▶ What you have to do
For each line of the material below, give that line again word for word.

====

package fieldwright.field;

import fieldwright.quantity.AuthorException;

/**
 * Endless charge between two grounded planes, without the nearest images. A line along the planes, H their distance, η across the line
 * in the plane: ln (cosh πη/H − cos π(z + z')/H) − ln (cosh πη/H − cos π(z − z')/H) (Morse and Feshbach, Methods of Theoretical
 * Physics, 10.2, from memory); a plane: 4π z(H − z')/H for z < z'. Heights are counted from the nearer plane.
 */
final class PairGreen implements Green {
    private final int axis;
    private final double wall;
    private final int side;
    private final double distance;
    private final double[] place;
    /** Across the line along the planes; null: charge is uniform along both. */
    private final double[] across;

    private PairGreen(int axis, double wall, int side, double distance, double[] place, double[] across) {
        this.axis = axis;
        this.wall = wall;
        this.side = side;
        this.distance = distance;
        this.place = place;
        this.across = across;
    }

    /** {@code wall}: offset of the plane nearest to the place, the field on its {@code side}. Errors: AuthorException for half-endless charge. */
    static PairGreen of(Patch patch, int axis, double wall, int side, double distance, double[] place) {
        if (patch.kernel().kind == Kernel.Kind.HALF_LINE) {
            throw new AuthorException("charge endless to one side between parallel planes: it is not worked. Give it a finite limit some distances "
                + "of the planes away; what lies further is screened.");
        }
        double[] across = null;
        if (patch.kernel().kind == Kernel.Kind.LINE) {
            double[] own = new double[3];
            own[patch.kernel().axis] = 1;
            double[] along = patch.frame().directionToSheet(own);
            across = new double[3];
            across[(axis + 1) % 3] = -along[(axis + 2) % 3];
            across[(axis + 2) % 3] = along[(axis + 1) % 3];
        }
        return new PairGreen(axis, wall, side, distance, place, across);
    }

    @Override
    public void potential(double[][] s, int n, double[] out, double[] doubt) {
        java.util.Arrays.fill(doubt, 0, n, 1e-14);
        for (int i = 0; i < n; i++) {
            double z = side * (place[axis] - wall);
            double w = side * (s[axis][i] - wall);
            if (across == null) {
                out[i] = -4 * Math.PI * z * w / distance;
            } else {
                double eta = eta(s, i);
                out[i] = log(eta, z + w) - log(eta, z - w);
            }
        }
    }

    @Override
    public void field(double[][] s, int n, double[][] out, double[] doubt) {
        java.util.Arrays.fill(doubt, 0, n, 1e-14 / distance);
        for (int i = 0; i < n; i++) {
            double z = side * (place[axis] - wall);
            double w = side * (s[axis][i] - wall);
            if (across == null) {
                out[0][i] = 0;
                out[1][i] = 0;
                out[2][i] = 0;
                out[axis][i] = side * 4 * Math.PI * w / distance;
                continue;
            }
            double eta = eta(s, i);
            double along = slope(eta, z - w, true) - slope(eta, z + w, true);
            for (int k = 0; k < 3; k++) {
                out[k][i] = along * across[k];
            }
            out[axis][i] = side * (slope(eta, z - w, false) - slope(eta, z + w, false));
        }
    }

    private double eta(double[][] s, int i) {
        double eta = 0;
        for (int k = 0; k < 3; k++) {
            eta += (place[k] - s[k][i]) * across[k];
        }
        return eta;
    }

    /** ln of (cosh πη/H − cos πb/H) by 2(π/2H)²(η² + b²), which is 1 in the origin. */
    private double log(double eta, double b) {
        double x = Math.PI * Math.abs(eta) / (2 * distance);
        double y = Math.PI * b / (2 * distance);
        double square = x * x + y * y;
        if (square < 1e-24) {
            return 0;
        }
        double sine = Math.sin(y);
        if (x > 20) {
            return 2 * x - Math.log(4 * square);
        }
        double sinh = Math.sinh(x);
        return Math.log((sinh * sinh + sine * sine) / square);
    }

    /** Its derivative by η or by b. */
    private double slope(double eta, double b, boolean byEta) {
        double unit = Math.PI / (2 * distance);
        double x = unit * eta;
        double y = unit * b;
        double square = x * x + y * y;
        if (square < 1e-24) {
            return 0;
        }
        double own = 2 * (byEta ? x : y) / square;
        if (Math.abs(x) > 20) {
            return unit * ((byEta ? 2 * Math.signum(x) : 0) - own);
        }
        double sinh = Math.sinh(x);
        double sine = Math.sin(y);
        double top = byEta ? Math.sinh(2 * x) : Math.sin(2 * y);
        return unit * (top / (sinh * sinh + sine * sine) - own);
    }
}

====

▶ Exercise output
package fieldwright.field;

import fieldwright.quantity.AuthorException;

/**
 * Endless charge between two grounded planes, without the nearest images. A line along the planes, H their distance, η across the line
 * in the plane: ln (cosh πη/H − cos π(z + z')/H) − ln (cosh πη/H − cos π(z − z')/H) (Morse and Feshbach, Methods of Theoretical
 * Physics, 10.2, from memory); a plane: 4π z(H − z')/H for z < z'. Heights are counted from the nearer plane.
 */
final class PairGreen implements Green {
    private final int axis;
    private final double wall;
    private final int side;
    private final double distance;
    private final double[] place;
    /** Across the line along the planes; null: charge is uniform along both. */
    private final double[] across;

    private PairGreen(int axis, double wall, int side, double distance, double[] place, double[] across) {
        this.axis = axis;
        this.wall = wall;
        this.side = side;
        this.distance = distance;
        this.place = place;
        this.across = across;
    }

    /** {@code wall}: offset of the plane nearest to the place, the field on its {@code side}. Errors: AuthorException for half-endless charge. */
    static PairGreen of(Patch patch, int axis, double wall, int side, double distance, double[] place) {
        if (patch.kernel().kind == Kernel.Kind.HALF_LINE) {
            throw new AuthorException("charge endless to one side between parallel planes: it is not worked. Give it a finite limit some distances "
                + "of the planes away; what lies further is screened.");
        }
        double[] across = null;
        if (patch.kernel().kind == Kernel.Kind.LINE) {
            double[] own = new double[3];
            own[patch.kernel().axis] = 1;
            double[] along = patch.frame().directionToSheet(own);
            across = new double[3];
            across[(axis + 1) % 3] = -along[(axis + 2) % 3];
            across[(axis + 2) % 3] = along[(axis + 1) % 3];
        }
        return new PairGreen(axis, wall, side, distance, place, across);
    }

    @Override
    public void potential(double[][] s, int n, double[] out, double[] doubt) {
        java.util.Arrays.fill(doubt, 0, n, 1e-14);
        for (int i = 0; i < n; i++) {
            double z = side * (place[axis] - wall);
            double w = side * (s[axis][i] - wall);
            if (across == null) {
                out[i] = -4 * Math.PI * z * w / distance;
            } else {
                double eta = eta(s, i);
                out[i] = log(eta, z + w) - log(eta, z - w);
            }
        }
    }

    @Override
    public void field(double[][] s, int n, double[][] out, double[] doubt) {
        java.util.Arrays.fill(doubt, 0, n, 1e-14 / distance);
        for (int i = 0; i < n; i++) {
            double z = side * (place[axis] - wall);
            double w = side * (s[axis][i] - wall);
            if (across == null) {
                out[0][i] = 0;
                out[1][i] = 0;
                out[2][i] = 0;
                out[axis][i] = side * 4 * Math.PI * w / distance;
                continue;
            }
            double eta = eta(s, i);
            double along = slope(eta, z - w, true) - slope(eta, z + w, true);
            for (int k = 0; k < 3; k++) {
                out[k][i] = along * across[k];
            }
            out[axis][i] = side * (slope(eta, z - w, false) - slope(eta, z + w, false));
        }
    }

    private double eta(double[][] s, int i) {
        double eta = 0;
        for (int k = 0; k < 3; k++) {
            eta += (place[k] - s[k][i]) * across[k];
        }
        return eta;
    }

    /** ln of (cosh πη/H − cos πb/H) by 2(π/2H)²(η² + b²), which is 1 in the origin. */
    private double log(double eta, double b) {
        double x = Math.PI * Math.abs(eta) / (2 * distance);
        double y = Math.PI * b / (2 * distance);
        double square = x * x + y * y;
        if (square < 1e-24) {
            return 0;
        }
        double sine = Math.sin(y);
        if (x > 20) {
            return 2 * x - Math.log(4 * square);
        }
        double sinh = Math.sinh(x);
        return Math.log((sinh * sinh + sine * sine) / square);
    }

    /** Its derivative by η or by b. */
    private double slope(double eta, double b, boolean byEta) {
        double unit = Math.PI / (2 * distance);
        double x = unit * eta;
        double y = unit * b;
        double square = x * x + y * y;
        if (square < 1e-24) {
            return 0;
        }
        double own = 2 * (byEta ? x : y) / square;
        if (Math.abs(x) > 20) {
            return unit * ((byEta ? 2 * Math.signum(x) : 0) - own);
        }
        double sinh = Math.sinh(x);
        double sine = Math.sin(y);
        double top = byEta ? Math.sinh(2 * x) : Math.sin(2 * y);
        return unit * (top / (sinh * sinh + sine * sine) - own);
    }
}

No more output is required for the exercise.